/**
 * The payment provider in memory: balances, movements and events in the provider's own shapes, signed as the provider signs.
 * Its news are duplicated, dropped and reordered; its answers to orders fail now and then, before or after the deed.
 */
import Stripe from 'stripe';

export const WEBHOOK_SECRET = 'whsec_of_the_simulated_year';
const FEE_BASIS_POINTS = 150;
const FEE_FIXED = 25;
const DISPUTE_FEE = 1_500;
const MISCHIEF = { drop: 0.05, duplicate: 0.05, late: 0.15, failBefore: 0.02, failAfter: 0.02 };
const HOUR_MS = 3_600_000;

export class SimulatedProvider {
  #clock;
  #chance;
  #number = 0;
  #intents = new Map();
  #refunds = new Map();
  #disputes = new Map();
  #movements = [];
  #events = [];
  #queue = [];
  /** What happened, added up apart from the movements: what the ledger is held against. */
  tally = { captured: {}, refunded: {}, chargedBack: {}, givenBack: {}, fees: {}, transferred: {} };
  counts = { events: 0, dropped: 0, duplicated: 0, late: 0, orders: 0, orderFailures: 0 };

  constructor(clock, chance) {
    this.#clock = clock;
    this.#chance = chance;
  }

  authorise(intentId, { bookingId, amountMinor, currency }) {
    const charge = {
      id: `ch_${intentId}`,
      amount: amountMinor,
      amount_captured: 0,
      amount_refunded: 0,
      captured: false,
    };
    this.#intents.set(intentId, { id: intentId, bookingId, amountMinor, currency, status: 'requires_capture', charge });
  }

  /** The port of payments, as far as orders of the outbox need it. */
  port() {
    return {
      capture: (intentId, amountMinor) => this.#ordered(() => this.#capture(intentId, amountMinor), intentId),
      release: (intentId) => this.#ordered(() => this.#release(intentId), intentId),
      readIntent: async (intentId) => this.#facts(this.#intents.get(intentId)),
      readPage: async () => {
        throw new Error('No page is opened here.');
      },
    };
  }

  /** The port of the provider's books. */
  books() {
    const paged = async function* (rows) {
      for (let from = 0; from < rows.length; from += 100) yield rows.slice(from, from + 100);
    };
    return {
      balances: async () => new Map(Object.entries(this.balances())),
      movements: (sinceMs) => paged(newestFirst(this.#movements, sinceMs)),
      events: (sinceMs) => paged(newestFirst(this.#events, sinceMs).map(({ read }) => read())),
      chargeback: async (id) => this.readChargeback(id),
      refunded: async (id) => this.#refunds.get(id),
    };
  }

  /** Set by the play: how events and chargebacks read, by the application's own reading of the provider's shapes. */
  reading = { event: undefined, chargeback: undefined };

  readChargeback(id) {
    return this.reading.chargeback(this.#disputes.get(id));
  }

  /** What was taken and not given back. */
  leftMinor(intentId) {
    const { charge } = this.#intents.get(intentId);
    return charge.amount - charge.amount_refunded;
  }

  refund(intentId, amountMinor) {
    const intent = this.#intents.get(intentId);
    intent.charge.amount_refunded += amountMinor;
    const id = `re_${this.#next()}`;
    this.#move('refund', { sourceId: id, intent, amountMinor: -amountMinor });
    add(this.tally.refunded, intent.currency, amountMinor);
    this.#emit('charge.refunded', chargeOf(intent));
  }

  openDispute(intentId, amountMinor) {
    const intent = this.#intents.get(intentId);
    const id = `dp_${this.#next()}`;
    const row = this.#move('adjustment', {
      category: 'dispute',
      sourceId: id,
      intent,
      amountMinor: -amountMinor,
      feeMinor: DISPUTE_FEE,
    });
    const dispute = {
      id,
      object: 'dispute',
      charge: intent.charge.id,
      payment_intent: intentId,
      amount: amountMinor,
      currency: intent.currency.toLowerCase(),
      reason: 'fraudulent',
      status: 'needs_response',
      balance_transactions: [{ amount: row.amountMinor }],
    };
    this.#disputes.set(id, dispute);
    add(this.tally.chargedBack, intent.currency, amountMinor);
    this.#emit('charge.dispute.created', { ...dispute });
    this.#emit('charge.dispute.funds_withdrawn', { ...dispute });
    return id;
  }

  closeDispute(id, verdict) {
    const dispute = this.#disputes.get(id);
    dispute.status = verdict;
    if (verdict === 'won') {
      const intent = this.#intents.get(dispute.payment_intent);
      this.#move('adjustment', { category: 'dispute_reversal', sourceId: id, intent, amountMinor: dispute.amount });
      dispute.balance_transactions = [...dispute.balance_transactions, { amount: dispute.amount }];
      add(this.tally.givenBack, intent.currency, dispute.amount);
      this.#emit('charge.dispute.funds_reinstated', { ...dispute });
    }
    this.#emit('charge.dispute.closed', { ...dispute });
  }

  /** Money to an owner's account; answers the transfer's id, or null where it fails. */
  transfer(currency, amountMinor) {
    if (this.#chance.is(0.03)) return null;
    const id = `tr_${this.#next()}`;
    this.#move('transfer', { sourceId: id, intent: { id: null, currency }, amountMinor: -amountMinor });
    add(this.tally.transferred, currency, amountMinor);
    return id;
  }

  balances() {
    const sums = {};
    for (const movement of this.#movements) add(sums, movement.currency, movement.netMinor);
    return sums;
  }

  /** News that are due by now, as signed deliveries, in the order in which they happen to arrive. */
  deliveries() {
    const nowMs = this.#clock.nowMs();
    const due = this.#queue.filter((one) => one.dueMs <= nowMs).sort((a, b) => a.dueMs - b.dueMs);
    this.#queue = this.#queue.filter((one) => one.dueMs > nowMs);
    return due.map(({ body }) => {
      const timestamp = Math.floor(nowMs / 1000);
      const signature = Stripe.webhooks.generateTestHeaderString({ payload: body, secret: WEBHOOK_SECRET, timestamp });
      return { body: Buffer.from(body), signature };
    });
  }

  async #ordered(deed, intentId) {
    this.counts.orders += 1;
    const failsBefore = this.#chance.is(MISCHIEF.failBefore);
    if (!failsBefore) deed();
    if (failsBefore || this.#chance.is(MISCHIEF.failAfter)) {
      this.counts.orderFailures += 1;
      throw new Error('The provider does not answer.');
    }
    return this.#facts(this.#intents.get(intentId));
  }

  #capture(intentId, amountMinor) {
    const intent = this.#intents.get(intentId);
    if (intent.status !== 'requires_capture') return;
    const { charge, currency } = intent;
    Object.assign(intent, { status: 'succeeded', receivedMinor: amountMinor });
    // Letting the rest go counts as refunded there.
    Object.assign(charge, {
      captured: true,
      amount_captured: amountMinor,
      amount_refunded: charge.amount - amountMinor,
    });
    const share = Math.floor((amountMinor * FEE_BASIS_POINTS + 5_000) / 10_000);
    const feeMinor = Math.min(amountMinor, share + FEE_FIXED);
    this.#move('charge', { sourceId: charge.id, intent, amountMinor, feeMinor });
    add(this.tally.captured, currency, amountMinor);
    this.#emit('payment_intent.succeeded', this.#intentObject(intent));
  }

  #release(intentId) {
    const intent = this.#intents.get(intentId);
    if (intent.status !== 'requires_capture') return;
    intent.status = 'canceled';
    this.#emit('payment_intent.canceled', this.#intentObject(intent));
  }

  #move(type, { category = type, sourceId, intent, amountMinor, feeMinor = 0 }) {
    const { currency } = intent;
    const atMs = Math.floor(this.#clock.nowMs() / 1000) * 1000;
    const movement = {
      id: `txn_${this.#next()}`,
      type,
      category,
      sourceId,
      intentId: intent.id,
      amountMinor,
      feeMinor,
      netMinor: amountMinor - feeMinor,
      currency,
      atMs,
      availableMs: atMs,
      description: '',
      createdMs: atMs,
    };
    this.#movements.push(movement);
    add(this.tally.fees, currency, feeMinor);
    return movement;
  }

  #emit(type, object) {
    const createdMs = Math.floor(this.#clock.nowMs() / 1000) * 1000;
    const event = { id: `evt_${this.#next()}`, object: 'event', type, created: createdMs / 1000, data: { object } };
    const body = JSON.stringify(event);
    this.#events.push({
      createdMs,
      read: () => ({ ...this.reading.event(JSON.parse(body)), payload: body, createdMs }),
    });
    this.counts.events += 1;
    if (this.#chance.is(MISCHIEF.drop)) {
      this.counts.dropped += 1;
      return;
    }
    const late = this.#chance.is(MISCHIEF.late);
    if (late) this.counts.late += 1;
    const dueMs = this.#clock.nowMs() + (late ? this.#chance.next() * 30 * HOUR_MS : 0);
    this.#queue.push({ dueMs, body });
    if (!this.#chance.is(MISCHIEF.duplicate)) return;
    this.counts.duplicated += 1;
    this.#queue.push({ dueMs: dueMs + this.#chance.next() * 10 * HOUR_MS, body });
  }

  #intentObject(intent) {
    return {
      id: intent.id,
      object: 'payment_intent',
      status: intent.status,
      amount: intent.amountMinor,
      amount_capturable: 0,
      amount_received: intent.receivedMinor ?? 0,
      currency: intent.currency.toLowerCase(),
      metadata: { skyberth_booking: intent.bookingId },
      latest_charge: intent.charge.id,
      last_payment_error: null,
      next_action: null,
    };
  }

  #facts(intent) {
    const STATUS = { requires_capture: 'authorised', succeeded: 'captured', canceled: 'released' };
    return {
      intentId: intent.id,
      bookingId: intent.bookingId,
      billId: null,
      renews: null,
      status: STATUS[intent.status],
      amountMinor: intent.amountMinor,
      capturableMinor: intent.status === 'requires_capture' ? intent.amountMinor : 0,
      receivedMinor: intent.receivedMinor ?? 0,
      currency: intent.currency,
      card: 'Card ending 0000',
      captureBeforeMs: null,
      failure: null,
      redirectUrl: null,
    };
  }

  #next() {
    this.#number += 1;
    return String(this.#number).padStart(9, '0');
  }
}

const add = (sums, currency, minor) => {
  sums[currency] = (sums[currency] ?? 0) + minor;
};

/** Rows are kept in order of time, so those since an instant are the last ones. */
function newestFirst(rows, sinceMs) {
  const found = [];
  for (let index = rows.length - 1; index >= 0 && rows[index].createdMs >= sinceMs; index -= 1) found.push(rows[index]);
  return found;
}

const chargeOf = ({ id, currency, charge }) => ({
  ...charge,
  object: 'charge',
  payment_intent: id,
  currency: currency.toLowerCase(),
});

• The task
Among the lines above, count those that hold the word "filter" and give only the count.

• Answer for the task
2